Sorry, I have no knowledge of Kuntao. I have taken a few different flavors of Escrima, starting with Inosanto, Ted Lucay Lucay. Moving to Deribio when it was a pure art and now to Eskrido De Alcuizar. I’ve been with the Eskrido group for 6 years and  currently hold BB. We bang pretty hard and I believe our students, when they become proficient are street ready. We have a few police that appreciate the combative nature of what we do. Yes, pain compliance I experienced every session LOL. Unfortunately, I can’t speak for what is available in your area.

Just so ya know, I have also studied JKD and Muay Thai before settling on the FMAs.

world Eskrido federation
OC, CA


----------



## Flying Crane (Apr 9, 2022)

Addsplendor said:


> Hmm...I didn't realize it utiltized knees and elbows like Muay Thai. That's appealing.
> 
> Do you happen to know how that compares with Kuntao? Does it feature any grappling, takedowns, joint locks or pain compliance?
> 
> What has your experience been with this art, if any?

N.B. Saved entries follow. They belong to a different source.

package network

import (
	"fmt"

	"kinetarium/network/expr"
)

// colMsg is a message about a column of an expression.
type colMsg struct {
	Col int
	Msg string
}

// program is a compiled expression.
type program = *expr.Program

func cloneProgram(p program) program { return p.Clone() }

// analyseExpr parses and checks src and returns its variable names and its
// problems.
func analyseExpr(src string) ([]string, []colMsg) {
	n, err := expr.Parse(src)
	if err != nil {
		if e, ok := err.(*expr.Error); ok {
			return nil, []colMsg{{e.Col, e.Msg}}
		}
		return nil, []colMsg{{0, err.Error()}}
	}
	var out []colMsg
	for _, e := range expr.Check(n) {
		out = append(out, colMsg{e.Col, e.Msg})
	}
	return expr.Vars(n), out
}

// compileExpr compiles src and its derivatives with respect to wrt.
func compileExpr(src string, slot func(string) (int, bool), wrt []string) (program, []program, error) {
	n, err := expr.Parse(src)
	if err != nil {
		return nil, nil, err
	}
	rate, err := expr.Compile(n, slot)
	if err != nil {
		return nil, nil, err
	}
	ders := make([]program, len(wrt))
	for i, w := range wrt {
		ders[i], err = expr.Compile(expr.Simplify(expr.Diff(n, w)), slot)
		if err != nil {
			return nil, nil, fmt.Errorf("derivative by %s: %w", w, err)
		}
	}
	return rate, ders, nil
}

// exprVars returns the variables of src (which parses).
func exprVars(src string) []string {
	n, err := expr.Parse(src)
	if err != nil {
		return nil
	}
	return expr.Vars(n)
}
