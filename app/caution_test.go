package main

import (
	"strings"
	"testing"

	"fyne.io/fyne/v2"
	"fyne.io/fyne/v2/canvas"
	"fyne.io/fyne/v2/test"
	"fyne.io/fyne/v2/widget"

	"kinetarium/app/sliders"
)

// walkObjects calls visit for o and everything it holds, containers' and
// widgets' parts alike; with shownOnly it skips what is hidden.
func walkObjects(o fyne.CanvasObject, shownOnly bool, visit func(fyne.CanvasObject)) {
	if shownOnly && !o.Visible() {
		return
	}
	visit(o)
	switch x := o.(type) {
	case *fyne.Container:
		for _, c := range x.Objects {
			walkObjects(c, shownOnly, visit)
		}
	case fyne.Widget:
		for _, c := range test.WidgetRenderer(x).Objects() {
			walkObjects(c, shownOnly, visit)
		}
	}
}

// shownLabels returns the visible labels among o and what it holds.
func shownLabels(o fyne.CanvasObject) []*widget.Label {
	var out []*widget.Label
	walkObjects(o, true, func(c fyne.CanvasObject) {
		if l, ok := c.(*widget.Label); ok {
			out = append(out, l)
		}
	})
	return out
}

// shownTexts returns the texts drawn among o and what it holds, such as
// the labels of forms.
func shownTexts(o fyne.CanvasObject) []string {
	var out []string
	walkObjects(o, true, func(c fyne.CanvasObject) {
		if t, ok := c.(*canvas.Text); ok {
			out = append(out, t.Text)
		}
	})
	return out
}

// Every window that shows results states the whole caution: research
// aids, not clinical or dosing advice, and that decisions rest with
// qualified professionals under local rules; the sweep, population and
// sensitivity-over-time windows, where doses can be varied, among them.
// It is not in the faint grey of low importance.
func TestResultWindowsCarryTheCaution(t *testing.T) {
	a := newStudyApp(t)
	drug := exampleModel(t, "two-compartment-drug.json")
	toggle := toggleModel(t)
	wins := map[string]func() (fyne.Window, error){
		"sweep": func() (fyne.Window, error) {
			s, err := newSweepWindow(a, drug, "test")
			return s.win, err
		},
		"population": func() (fyne.Window, error) {
			p, err := newPopulationWindow(a, drug, "test")
			return p.win, err
		},
		"stochastic": func() (fyne.Window, error) {
			s, err := newStochasticWindow(a, exampleModel(t, "bursty-reporter.json"), "test")
			return s.win, err
		},
		"steady state": func() (fyne.Window, error) {
			s, err := newSteadyWindow(a, toggle, "test", false)
			return s.win, err
		},
		"continuation": func() (fyne.Window, error) {
			c, err := newContinuationWindow(a, toggle, "test")
			return c.win, err
		},
		"global sensitivity": func() (fyne.Window, error) {
			s, err := newSensitivityWindow(a, drug, "test")
			return s.win, err
		},
		"sensitivity over time": func() (fyne.Window, error) {
			s, err := newTimeSensWindow(a, drug, "test")
			return s.win, err
		},
		"fit": func() (fyne.Window, error) {
			return newFitWindow(a, drug, "test", nil, func([]sliders.Knob) string { return "" }).win, nil
		},
	}
	for name, open := range wins {
		win, err := open()
		if err != nil {
			t.Errorf("%s: %v", name, err)
			continue
		}
		found := false
		for _, l := range shownLabels(win.Content()) {
			if strings.Contains(l.Text, "research aids, not clinical or dosing advice") &&
				strings.Contains(l.Text, "qualified professionals") && strings.Contains(l.Text, "local rules") {
				found = true
				if l.Importance == widget.LowImportance {
					t.Errorf("the %s window shows its caution faintly", name)
				}
			}
		}
		if !found {
			t.Errorf("the %s window shows no whole caution", name)
		}
		win.Close()
	}
}
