package network

import (
	"fmt"

	"kinetarium/network/expr"
)

// inline returns n with every assignment replaced by its expression, so
// that a rate reads only species, parameters and t and its derivatives
// follow the chain rule through the assignments.
func (b *builder) inline(n expr.Node) expr.Node {
	if b.inlined == nil {
		b.inlined = map[string]expr.Node{}
		// Net.Assignments is in evaluation order: each after those it
		// reads, so each is inlined from already inlined trees.
		for _, a := range b.net.Assignments {
			b.inlined[a.Name] = expr.Substitute(a.Expr, b.lookup)
		}
	}
	return expr.Substitute(n, b.lookup)
}

func (b *builder) lookup(name string) (expr.Node, bool) {
	t, ok := b.inlined[name]
	return t, ok
}

// compileAssignments compiles every assignment, in model order, for
// output.
func (b *builder) compileAssignments() error {
	s := b.s
	m := b.net.Model
	byName := map[string]*CheckedAssignment{}
	for i := range b.net.Assignments {
		byName[b.net.Assignments[i].Name] = &b.net.Assignments[i]
	}
	for _, a := range m.Assignments {
		ca := byName[a.Name]
		if ca == nil || ca.Expr == nil {
			return fmt.Errorf("assignment %q: not checked", a.Name)
		}
		p, err := b.compile(b.inline(ca.Expr))
		if err != nil {
			return fmt.Errorf("assignment %q: %w", a.Name, err)
		}
		s.asgNames = append(s.asgNames, a.Name)
		s.asgUnits = append(s.asgUnits, ca.Unit)
		s.asgProgs = append(s.asgProgs, p)
	}
	if len(s.asgProgs) > 0 {
		s.hasExpr = true
	}
	return nil
}

// Assignments returns the names of the model's assigned quantities, in
// model order. The caller must not modify the slice.
func (s *System) Assignments() []string { return s.asgNames }

// AssignmentUnits returns the unit of each assignment, in the order of
// Assignments: the unit it declares, else the one its expression comes
// out in (CheckedAssignment.Unit); "" where none is known. The caller
// must not modify the slice.
func (s *System) AssignmentUnits() []string { return s.asgUnits }

// Assigned writes the value of every assignment at (t, y) into out, in the
// order of Assignments. It allocates nothing.
func (s *System) Assigned(t float64, y, out []float64) {
	s.load(t, y)
	for i, p := range s.asgProgs {
		out[i] = p.Eval(s.vars)
	}
}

My understanding of kuntao is that it is a pretty generic term that is in reference to a number of different Chinese methods brought to Indonesia, Malaysia, and the Philippines, and then influenced by local methods.  So what would be found in the curriculum would depend on which kuntao.  It is impossible to make blanket statements about it.


----------



## Flying Crane (Apr 9, 2022)

Addsplendor said:


> Okay, so I'm looking to do two martial arts: one impractical, one practical for self-defense and additional personal development.
> 
> The definite impractical:
> Capoeira. No question here. I'm in love with the art and want to devote myself to it. Been to some classes a little far from me but will soon have access to more nearby in-person training to attend regularly.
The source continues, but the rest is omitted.